> _WHAT IS NEEDED_:
Where does the string "lineResultSchema" occur in the entries below? Copy every line where it does.

Content starts

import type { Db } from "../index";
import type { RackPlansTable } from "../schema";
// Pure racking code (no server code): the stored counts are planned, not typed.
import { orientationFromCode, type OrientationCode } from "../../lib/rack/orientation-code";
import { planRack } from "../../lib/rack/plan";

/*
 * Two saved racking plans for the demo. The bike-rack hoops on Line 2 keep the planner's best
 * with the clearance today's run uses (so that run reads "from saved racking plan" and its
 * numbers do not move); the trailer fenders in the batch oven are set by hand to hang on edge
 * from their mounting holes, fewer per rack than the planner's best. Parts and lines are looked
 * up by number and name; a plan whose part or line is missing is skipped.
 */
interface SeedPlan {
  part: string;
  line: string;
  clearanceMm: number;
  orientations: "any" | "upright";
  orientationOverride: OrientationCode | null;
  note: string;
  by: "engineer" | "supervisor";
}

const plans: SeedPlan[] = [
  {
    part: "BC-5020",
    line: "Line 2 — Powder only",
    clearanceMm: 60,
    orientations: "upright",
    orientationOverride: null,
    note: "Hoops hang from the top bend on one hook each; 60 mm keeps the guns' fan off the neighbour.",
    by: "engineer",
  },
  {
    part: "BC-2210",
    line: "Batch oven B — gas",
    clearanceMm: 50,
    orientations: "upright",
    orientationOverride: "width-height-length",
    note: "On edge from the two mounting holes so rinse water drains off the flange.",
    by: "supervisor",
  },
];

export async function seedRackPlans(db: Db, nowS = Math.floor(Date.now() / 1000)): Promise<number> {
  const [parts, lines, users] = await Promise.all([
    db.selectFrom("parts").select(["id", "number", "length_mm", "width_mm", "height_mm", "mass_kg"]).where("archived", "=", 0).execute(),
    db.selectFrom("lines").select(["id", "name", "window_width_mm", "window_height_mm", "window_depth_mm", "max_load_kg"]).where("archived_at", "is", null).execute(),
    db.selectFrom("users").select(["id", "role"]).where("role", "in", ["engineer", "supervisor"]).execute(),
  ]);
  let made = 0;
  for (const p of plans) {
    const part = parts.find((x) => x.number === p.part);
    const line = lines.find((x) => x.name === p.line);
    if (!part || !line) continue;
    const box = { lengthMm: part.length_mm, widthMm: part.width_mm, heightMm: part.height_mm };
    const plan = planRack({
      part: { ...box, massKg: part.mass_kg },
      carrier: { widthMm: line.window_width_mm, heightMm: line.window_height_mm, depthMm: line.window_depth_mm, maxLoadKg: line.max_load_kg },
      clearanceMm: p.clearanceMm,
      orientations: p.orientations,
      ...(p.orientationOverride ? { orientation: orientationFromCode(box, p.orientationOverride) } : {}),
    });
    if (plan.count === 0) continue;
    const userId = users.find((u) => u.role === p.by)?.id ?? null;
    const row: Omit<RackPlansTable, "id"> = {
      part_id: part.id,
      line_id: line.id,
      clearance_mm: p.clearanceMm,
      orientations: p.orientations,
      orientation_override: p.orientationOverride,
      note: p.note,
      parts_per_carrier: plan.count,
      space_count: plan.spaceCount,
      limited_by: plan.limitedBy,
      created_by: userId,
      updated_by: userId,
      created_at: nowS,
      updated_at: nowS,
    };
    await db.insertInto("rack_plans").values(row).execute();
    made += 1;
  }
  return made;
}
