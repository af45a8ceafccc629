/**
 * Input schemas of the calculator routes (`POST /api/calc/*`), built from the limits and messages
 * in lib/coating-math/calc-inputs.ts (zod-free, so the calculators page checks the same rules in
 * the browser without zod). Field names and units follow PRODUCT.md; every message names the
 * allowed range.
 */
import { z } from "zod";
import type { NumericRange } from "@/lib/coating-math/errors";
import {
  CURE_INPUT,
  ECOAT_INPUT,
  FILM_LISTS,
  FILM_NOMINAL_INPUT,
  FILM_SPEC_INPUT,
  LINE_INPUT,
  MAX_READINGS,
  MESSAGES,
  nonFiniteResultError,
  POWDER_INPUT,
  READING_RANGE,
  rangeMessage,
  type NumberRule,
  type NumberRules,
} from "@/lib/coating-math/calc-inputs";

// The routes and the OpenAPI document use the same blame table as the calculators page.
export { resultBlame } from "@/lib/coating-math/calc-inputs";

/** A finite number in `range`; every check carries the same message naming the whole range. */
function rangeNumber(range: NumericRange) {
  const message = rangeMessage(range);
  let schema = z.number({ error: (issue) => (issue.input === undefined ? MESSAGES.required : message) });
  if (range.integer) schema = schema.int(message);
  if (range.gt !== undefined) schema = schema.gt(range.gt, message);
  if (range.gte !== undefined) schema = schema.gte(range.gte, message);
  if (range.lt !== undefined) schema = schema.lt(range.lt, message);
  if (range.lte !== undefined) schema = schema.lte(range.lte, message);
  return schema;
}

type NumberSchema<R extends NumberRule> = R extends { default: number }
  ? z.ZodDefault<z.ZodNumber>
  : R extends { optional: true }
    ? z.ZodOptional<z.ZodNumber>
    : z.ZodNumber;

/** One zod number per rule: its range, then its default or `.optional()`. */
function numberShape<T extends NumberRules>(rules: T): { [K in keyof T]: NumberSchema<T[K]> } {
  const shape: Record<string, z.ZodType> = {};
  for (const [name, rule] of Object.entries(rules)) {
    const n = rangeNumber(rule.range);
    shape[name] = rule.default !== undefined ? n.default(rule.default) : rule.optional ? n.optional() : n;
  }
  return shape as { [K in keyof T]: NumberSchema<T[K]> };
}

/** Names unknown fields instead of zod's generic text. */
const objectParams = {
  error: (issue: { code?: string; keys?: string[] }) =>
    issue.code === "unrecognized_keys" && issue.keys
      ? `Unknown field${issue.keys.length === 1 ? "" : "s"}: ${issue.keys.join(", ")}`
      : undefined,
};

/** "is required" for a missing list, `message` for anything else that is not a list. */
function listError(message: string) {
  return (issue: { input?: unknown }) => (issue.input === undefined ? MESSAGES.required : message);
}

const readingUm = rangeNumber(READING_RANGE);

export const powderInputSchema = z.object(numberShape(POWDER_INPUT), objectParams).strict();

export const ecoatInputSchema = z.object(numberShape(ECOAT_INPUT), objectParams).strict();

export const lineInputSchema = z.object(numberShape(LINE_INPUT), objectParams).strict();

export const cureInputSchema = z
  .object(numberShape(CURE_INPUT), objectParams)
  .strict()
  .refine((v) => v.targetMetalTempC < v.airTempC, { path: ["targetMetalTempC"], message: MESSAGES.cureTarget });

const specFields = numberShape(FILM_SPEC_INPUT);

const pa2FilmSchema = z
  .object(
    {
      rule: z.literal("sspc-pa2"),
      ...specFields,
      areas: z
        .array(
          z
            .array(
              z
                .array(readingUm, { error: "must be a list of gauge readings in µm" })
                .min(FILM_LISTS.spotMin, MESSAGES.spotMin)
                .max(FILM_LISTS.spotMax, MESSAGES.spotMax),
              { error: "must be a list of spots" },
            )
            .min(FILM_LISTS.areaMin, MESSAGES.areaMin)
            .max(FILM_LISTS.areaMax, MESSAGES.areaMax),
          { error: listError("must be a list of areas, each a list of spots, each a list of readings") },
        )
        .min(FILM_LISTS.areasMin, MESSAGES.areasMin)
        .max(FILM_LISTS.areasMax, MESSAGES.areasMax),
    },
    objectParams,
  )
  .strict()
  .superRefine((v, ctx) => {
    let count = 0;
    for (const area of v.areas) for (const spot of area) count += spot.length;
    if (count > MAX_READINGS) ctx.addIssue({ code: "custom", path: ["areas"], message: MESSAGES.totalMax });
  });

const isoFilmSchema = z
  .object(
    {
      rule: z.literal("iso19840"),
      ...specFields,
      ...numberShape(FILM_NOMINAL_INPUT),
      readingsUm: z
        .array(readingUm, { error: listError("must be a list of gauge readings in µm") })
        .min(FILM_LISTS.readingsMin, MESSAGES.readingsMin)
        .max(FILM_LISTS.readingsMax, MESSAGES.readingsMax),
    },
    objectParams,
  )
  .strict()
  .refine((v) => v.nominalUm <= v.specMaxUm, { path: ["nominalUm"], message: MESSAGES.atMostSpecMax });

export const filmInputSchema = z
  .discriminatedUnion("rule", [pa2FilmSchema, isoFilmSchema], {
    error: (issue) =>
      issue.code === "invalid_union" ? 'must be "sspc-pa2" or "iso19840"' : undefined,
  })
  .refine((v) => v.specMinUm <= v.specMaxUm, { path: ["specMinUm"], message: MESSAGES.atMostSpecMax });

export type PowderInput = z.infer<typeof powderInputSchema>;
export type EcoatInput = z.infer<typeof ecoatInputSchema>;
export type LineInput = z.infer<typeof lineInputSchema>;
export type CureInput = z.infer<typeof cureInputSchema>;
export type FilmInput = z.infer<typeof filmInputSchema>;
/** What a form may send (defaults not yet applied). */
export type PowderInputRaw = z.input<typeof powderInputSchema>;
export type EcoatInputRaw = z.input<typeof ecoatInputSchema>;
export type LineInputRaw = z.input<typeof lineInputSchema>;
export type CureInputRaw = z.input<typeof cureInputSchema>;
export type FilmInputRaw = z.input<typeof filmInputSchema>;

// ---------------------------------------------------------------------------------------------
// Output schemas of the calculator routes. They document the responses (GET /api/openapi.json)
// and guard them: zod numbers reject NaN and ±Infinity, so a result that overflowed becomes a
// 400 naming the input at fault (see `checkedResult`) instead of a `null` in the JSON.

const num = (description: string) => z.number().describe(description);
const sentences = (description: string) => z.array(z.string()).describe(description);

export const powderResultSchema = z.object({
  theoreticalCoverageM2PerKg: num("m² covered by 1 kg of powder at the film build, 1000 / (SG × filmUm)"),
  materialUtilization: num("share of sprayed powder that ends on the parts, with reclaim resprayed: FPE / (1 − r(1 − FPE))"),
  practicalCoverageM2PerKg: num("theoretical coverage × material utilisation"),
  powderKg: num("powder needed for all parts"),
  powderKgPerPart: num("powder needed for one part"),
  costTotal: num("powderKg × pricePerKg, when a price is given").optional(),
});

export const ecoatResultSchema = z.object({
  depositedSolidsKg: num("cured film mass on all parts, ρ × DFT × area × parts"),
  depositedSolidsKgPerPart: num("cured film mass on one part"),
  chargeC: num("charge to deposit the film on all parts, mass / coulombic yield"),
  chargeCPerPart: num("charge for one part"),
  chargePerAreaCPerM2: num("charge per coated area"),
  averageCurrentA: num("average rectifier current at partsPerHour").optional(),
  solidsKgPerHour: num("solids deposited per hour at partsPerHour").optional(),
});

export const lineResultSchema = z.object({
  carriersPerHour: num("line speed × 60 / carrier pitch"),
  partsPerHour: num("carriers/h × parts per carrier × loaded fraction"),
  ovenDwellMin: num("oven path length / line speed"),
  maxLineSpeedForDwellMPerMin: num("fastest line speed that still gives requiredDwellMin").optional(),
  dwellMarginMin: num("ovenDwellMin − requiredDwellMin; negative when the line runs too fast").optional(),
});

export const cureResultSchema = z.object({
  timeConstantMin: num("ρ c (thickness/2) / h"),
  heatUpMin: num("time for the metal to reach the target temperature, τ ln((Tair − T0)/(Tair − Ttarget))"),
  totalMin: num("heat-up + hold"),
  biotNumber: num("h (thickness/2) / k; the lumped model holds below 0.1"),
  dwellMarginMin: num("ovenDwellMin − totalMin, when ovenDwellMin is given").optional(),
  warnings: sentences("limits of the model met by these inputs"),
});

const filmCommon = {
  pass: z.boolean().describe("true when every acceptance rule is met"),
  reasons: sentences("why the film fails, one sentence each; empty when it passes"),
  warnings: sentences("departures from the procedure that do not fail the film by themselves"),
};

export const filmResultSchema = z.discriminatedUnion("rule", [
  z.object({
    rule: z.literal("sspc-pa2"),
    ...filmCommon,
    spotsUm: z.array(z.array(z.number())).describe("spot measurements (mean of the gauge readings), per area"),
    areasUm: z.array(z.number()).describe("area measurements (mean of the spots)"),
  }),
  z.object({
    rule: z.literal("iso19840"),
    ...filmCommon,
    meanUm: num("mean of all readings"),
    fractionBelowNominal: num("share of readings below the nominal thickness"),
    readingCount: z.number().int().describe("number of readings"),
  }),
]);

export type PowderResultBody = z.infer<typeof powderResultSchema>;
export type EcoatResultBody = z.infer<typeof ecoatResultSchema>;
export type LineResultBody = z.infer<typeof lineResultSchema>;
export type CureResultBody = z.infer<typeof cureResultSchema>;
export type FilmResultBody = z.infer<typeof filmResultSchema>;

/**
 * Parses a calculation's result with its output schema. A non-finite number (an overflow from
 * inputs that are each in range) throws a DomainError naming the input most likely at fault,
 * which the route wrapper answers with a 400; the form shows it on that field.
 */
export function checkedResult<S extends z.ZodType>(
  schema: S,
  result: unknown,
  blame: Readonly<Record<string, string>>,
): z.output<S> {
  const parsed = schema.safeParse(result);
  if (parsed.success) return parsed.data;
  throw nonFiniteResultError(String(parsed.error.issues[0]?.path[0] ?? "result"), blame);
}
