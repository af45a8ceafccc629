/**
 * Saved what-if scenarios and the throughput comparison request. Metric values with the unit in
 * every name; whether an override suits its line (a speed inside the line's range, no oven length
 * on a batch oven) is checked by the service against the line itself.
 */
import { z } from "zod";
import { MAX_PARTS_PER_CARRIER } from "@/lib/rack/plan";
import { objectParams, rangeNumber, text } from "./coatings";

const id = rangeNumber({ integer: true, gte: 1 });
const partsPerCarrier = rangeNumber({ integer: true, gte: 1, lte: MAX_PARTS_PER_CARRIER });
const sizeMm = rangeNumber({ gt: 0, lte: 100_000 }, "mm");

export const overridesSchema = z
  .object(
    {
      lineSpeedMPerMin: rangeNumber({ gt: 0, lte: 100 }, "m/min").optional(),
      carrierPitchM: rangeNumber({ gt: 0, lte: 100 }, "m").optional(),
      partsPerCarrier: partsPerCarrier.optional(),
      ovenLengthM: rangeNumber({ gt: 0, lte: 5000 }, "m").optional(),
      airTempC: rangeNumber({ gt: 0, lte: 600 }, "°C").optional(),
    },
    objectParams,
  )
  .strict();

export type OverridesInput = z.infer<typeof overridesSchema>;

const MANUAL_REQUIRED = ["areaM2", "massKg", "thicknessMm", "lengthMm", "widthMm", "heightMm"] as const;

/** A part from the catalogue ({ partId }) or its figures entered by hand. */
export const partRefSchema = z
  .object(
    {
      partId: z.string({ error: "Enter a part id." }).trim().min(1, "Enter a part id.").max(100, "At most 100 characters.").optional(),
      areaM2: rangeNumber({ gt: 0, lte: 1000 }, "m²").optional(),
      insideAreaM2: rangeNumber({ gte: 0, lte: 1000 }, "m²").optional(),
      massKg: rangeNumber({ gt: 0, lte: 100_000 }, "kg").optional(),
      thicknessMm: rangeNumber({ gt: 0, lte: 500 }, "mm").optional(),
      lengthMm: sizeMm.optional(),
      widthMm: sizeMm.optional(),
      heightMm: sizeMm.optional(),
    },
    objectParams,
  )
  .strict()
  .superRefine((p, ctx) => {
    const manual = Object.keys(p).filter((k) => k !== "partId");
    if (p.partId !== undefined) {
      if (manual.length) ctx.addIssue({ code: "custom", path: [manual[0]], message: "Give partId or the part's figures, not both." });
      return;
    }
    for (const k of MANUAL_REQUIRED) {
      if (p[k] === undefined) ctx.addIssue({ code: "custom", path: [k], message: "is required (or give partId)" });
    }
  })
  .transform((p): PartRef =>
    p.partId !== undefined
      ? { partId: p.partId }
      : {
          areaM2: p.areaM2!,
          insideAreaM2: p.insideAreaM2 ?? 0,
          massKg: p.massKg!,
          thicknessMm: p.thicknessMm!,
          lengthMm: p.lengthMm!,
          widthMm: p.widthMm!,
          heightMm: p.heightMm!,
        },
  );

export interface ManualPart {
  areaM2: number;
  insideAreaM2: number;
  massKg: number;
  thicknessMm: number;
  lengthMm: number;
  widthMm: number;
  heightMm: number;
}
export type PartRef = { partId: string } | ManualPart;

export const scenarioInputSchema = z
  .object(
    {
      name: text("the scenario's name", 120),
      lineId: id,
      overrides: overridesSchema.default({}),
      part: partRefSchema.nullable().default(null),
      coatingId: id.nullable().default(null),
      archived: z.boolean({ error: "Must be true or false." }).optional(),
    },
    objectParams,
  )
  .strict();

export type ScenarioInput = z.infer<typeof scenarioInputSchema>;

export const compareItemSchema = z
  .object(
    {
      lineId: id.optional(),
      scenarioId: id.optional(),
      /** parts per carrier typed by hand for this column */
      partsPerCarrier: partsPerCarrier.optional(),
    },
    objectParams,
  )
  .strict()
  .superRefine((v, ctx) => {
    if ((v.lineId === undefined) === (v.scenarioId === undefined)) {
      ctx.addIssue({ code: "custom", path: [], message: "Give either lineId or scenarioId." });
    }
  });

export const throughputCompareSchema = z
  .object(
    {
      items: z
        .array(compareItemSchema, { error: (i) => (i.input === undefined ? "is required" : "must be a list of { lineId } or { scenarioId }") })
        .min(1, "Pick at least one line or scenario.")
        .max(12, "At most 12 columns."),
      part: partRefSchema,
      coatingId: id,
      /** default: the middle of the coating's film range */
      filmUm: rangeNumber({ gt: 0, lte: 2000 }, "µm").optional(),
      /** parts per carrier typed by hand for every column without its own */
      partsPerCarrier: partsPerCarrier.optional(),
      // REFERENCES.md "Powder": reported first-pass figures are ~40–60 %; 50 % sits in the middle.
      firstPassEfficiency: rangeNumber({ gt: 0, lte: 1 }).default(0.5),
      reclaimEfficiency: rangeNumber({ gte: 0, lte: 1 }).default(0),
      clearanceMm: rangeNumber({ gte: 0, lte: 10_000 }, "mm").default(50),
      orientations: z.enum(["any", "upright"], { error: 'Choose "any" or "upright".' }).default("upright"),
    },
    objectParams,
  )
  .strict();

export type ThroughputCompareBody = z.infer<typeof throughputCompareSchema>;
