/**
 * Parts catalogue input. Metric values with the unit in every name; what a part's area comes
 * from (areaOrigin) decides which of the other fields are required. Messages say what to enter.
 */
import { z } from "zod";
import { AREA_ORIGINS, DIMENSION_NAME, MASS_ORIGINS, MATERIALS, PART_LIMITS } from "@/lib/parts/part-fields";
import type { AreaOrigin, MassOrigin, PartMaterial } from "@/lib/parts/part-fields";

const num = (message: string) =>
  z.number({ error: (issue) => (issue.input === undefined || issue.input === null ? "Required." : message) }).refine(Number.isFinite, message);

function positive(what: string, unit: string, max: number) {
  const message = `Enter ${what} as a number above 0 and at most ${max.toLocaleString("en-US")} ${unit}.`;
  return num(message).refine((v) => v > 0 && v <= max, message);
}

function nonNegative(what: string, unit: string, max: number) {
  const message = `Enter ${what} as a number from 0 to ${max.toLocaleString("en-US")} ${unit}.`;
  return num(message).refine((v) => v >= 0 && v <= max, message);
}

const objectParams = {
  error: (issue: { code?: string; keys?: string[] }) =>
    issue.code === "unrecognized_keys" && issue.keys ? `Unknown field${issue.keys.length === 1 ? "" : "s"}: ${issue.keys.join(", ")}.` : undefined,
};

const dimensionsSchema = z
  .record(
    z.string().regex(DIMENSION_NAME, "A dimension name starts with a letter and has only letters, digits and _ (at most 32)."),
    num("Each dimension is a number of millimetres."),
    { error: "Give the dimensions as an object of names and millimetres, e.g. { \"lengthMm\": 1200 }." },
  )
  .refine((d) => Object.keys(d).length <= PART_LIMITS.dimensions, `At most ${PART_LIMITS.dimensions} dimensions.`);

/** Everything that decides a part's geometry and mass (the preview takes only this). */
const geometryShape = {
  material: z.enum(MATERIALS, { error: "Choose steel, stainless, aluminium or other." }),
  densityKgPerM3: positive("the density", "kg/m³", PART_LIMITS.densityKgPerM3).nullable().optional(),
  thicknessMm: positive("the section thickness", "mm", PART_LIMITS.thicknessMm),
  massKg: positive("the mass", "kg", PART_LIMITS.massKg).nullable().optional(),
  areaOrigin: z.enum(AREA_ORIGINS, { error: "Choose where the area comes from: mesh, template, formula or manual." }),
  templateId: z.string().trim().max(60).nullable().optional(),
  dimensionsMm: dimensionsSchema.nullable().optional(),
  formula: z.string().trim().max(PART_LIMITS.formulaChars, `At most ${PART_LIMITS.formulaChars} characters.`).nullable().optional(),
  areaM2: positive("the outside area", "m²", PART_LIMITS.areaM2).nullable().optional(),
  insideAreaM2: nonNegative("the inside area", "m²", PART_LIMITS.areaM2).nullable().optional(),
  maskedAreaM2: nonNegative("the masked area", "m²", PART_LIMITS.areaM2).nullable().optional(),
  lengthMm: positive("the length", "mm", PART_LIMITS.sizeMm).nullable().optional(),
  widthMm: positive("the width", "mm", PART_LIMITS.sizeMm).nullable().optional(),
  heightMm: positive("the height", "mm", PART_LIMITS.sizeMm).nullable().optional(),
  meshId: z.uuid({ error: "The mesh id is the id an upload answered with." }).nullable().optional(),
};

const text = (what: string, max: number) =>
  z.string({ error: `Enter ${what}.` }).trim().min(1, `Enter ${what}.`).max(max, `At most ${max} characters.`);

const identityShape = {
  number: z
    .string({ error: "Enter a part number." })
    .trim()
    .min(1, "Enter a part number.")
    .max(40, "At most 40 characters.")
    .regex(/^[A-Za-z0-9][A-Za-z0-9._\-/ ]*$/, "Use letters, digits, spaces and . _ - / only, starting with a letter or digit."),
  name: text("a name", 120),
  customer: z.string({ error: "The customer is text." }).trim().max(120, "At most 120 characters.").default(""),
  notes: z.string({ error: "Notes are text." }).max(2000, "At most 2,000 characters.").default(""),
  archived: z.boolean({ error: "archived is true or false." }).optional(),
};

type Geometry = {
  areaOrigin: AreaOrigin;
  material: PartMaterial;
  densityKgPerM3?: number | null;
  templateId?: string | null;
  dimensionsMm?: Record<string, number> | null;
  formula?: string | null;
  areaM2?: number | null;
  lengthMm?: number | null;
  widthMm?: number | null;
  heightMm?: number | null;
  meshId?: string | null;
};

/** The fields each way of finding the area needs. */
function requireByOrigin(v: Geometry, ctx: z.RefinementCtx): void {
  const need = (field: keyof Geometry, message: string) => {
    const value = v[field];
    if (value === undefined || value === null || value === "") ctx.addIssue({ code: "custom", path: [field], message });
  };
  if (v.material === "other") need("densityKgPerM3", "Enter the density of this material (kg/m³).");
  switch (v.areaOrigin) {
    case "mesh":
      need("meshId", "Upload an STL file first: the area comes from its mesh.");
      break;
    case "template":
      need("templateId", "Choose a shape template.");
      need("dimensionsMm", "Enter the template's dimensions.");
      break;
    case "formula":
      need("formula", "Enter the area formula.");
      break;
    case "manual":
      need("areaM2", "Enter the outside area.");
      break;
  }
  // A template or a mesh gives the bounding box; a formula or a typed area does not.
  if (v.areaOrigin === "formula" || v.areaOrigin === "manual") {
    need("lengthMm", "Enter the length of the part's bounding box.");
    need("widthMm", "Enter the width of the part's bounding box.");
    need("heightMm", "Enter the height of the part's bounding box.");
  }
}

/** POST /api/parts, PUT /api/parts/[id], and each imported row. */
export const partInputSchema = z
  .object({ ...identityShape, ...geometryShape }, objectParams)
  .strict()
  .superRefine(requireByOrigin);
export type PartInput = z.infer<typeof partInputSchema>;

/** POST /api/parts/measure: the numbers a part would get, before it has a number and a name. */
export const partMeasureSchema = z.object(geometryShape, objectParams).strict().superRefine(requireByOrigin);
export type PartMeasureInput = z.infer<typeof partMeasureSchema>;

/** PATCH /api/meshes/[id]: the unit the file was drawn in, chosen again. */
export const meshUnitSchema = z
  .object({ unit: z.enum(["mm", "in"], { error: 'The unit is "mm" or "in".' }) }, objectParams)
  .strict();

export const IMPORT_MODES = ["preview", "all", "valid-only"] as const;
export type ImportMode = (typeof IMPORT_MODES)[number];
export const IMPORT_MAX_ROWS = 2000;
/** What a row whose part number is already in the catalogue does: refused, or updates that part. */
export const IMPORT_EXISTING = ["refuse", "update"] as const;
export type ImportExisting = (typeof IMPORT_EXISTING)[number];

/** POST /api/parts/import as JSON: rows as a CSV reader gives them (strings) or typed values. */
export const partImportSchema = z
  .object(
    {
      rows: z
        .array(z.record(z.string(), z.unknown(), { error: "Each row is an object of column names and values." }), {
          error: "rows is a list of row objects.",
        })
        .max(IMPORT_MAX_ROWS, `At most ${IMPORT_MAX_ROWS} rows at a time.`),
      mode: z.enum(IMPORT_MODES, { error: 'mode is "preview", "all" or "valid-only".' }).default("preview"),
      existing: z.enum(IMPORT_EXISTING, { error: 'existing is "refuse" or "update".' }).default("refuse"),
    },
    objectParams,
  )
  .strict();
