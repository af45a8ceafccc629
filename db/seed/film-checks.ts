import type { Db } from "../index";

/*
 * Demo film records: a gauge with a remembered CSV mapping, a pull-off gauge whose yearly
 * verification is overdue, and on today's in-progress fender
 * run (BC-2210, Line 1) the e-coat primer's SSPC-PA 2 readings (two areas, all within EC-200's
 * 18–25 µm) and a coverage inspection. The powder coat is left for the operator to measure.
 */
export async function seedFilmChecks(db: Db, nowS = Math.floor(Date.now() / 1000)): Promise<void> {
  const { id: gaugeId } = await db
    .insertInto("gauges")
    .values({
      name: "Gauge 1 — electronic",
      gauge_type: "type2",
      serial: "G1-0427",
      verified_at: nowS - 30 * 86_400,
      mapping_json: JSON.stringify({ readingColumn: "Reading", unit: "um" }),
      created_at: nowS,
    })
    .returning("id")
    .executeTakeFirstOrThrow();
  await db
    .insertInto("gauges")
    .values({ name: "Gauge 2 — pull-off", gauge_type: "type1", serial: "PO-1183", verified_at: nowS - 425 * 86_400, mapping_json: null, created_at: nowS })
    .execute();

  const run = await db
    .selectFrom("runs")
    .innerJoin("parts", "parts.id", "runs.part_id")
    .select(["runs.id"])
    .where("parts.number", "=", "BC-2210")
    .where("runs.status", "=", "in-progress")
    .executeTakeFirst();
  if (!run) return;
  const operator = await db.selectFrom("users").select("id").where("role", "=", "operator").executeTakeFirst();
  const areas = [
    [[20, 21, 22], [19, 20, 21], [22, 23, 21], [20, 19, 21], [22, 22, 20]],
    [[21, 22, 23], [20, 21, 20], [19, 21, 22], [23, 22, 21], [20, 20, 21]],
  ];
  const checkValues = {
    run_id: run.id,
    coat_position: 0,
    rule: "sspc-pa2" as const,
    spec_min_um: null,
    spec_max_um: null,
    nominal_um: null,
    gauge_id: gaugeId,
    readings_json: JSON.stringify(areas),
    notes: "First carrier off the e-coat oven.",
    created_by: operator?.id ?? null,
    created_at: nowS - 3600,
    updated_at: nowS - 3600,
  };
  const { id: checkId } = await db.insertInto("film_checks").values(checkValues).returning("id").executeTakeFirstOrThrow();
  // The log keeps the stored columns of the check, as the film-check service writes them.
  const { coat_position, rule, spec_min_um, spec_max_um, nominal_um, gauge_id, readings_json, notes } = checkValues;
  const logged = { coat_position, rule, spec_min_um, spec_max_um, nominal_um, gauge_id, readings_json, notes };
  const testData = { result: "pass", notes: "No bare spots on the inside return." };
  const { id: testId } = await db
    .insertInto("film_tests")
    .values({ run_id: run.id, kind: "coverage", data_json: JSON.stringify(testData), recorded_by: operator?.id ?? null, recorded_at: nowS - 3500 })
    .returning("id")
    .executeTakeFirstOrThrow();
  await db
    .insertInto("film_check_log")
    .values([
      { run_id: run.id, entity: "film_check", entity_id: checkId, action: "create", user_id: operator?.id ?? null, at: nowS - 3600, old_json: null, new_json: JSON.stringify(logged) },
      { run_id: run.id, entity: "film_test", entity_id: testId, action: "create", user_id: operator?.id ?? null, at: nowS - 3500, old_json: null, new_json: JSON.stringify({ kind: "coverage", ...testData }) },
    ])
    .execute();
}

Content ends

> _EXERCISE SOLUTION_:
export const lineResultSchema = z.object({
export type LineResultBody = z.infer<typeof lineResultSchema>;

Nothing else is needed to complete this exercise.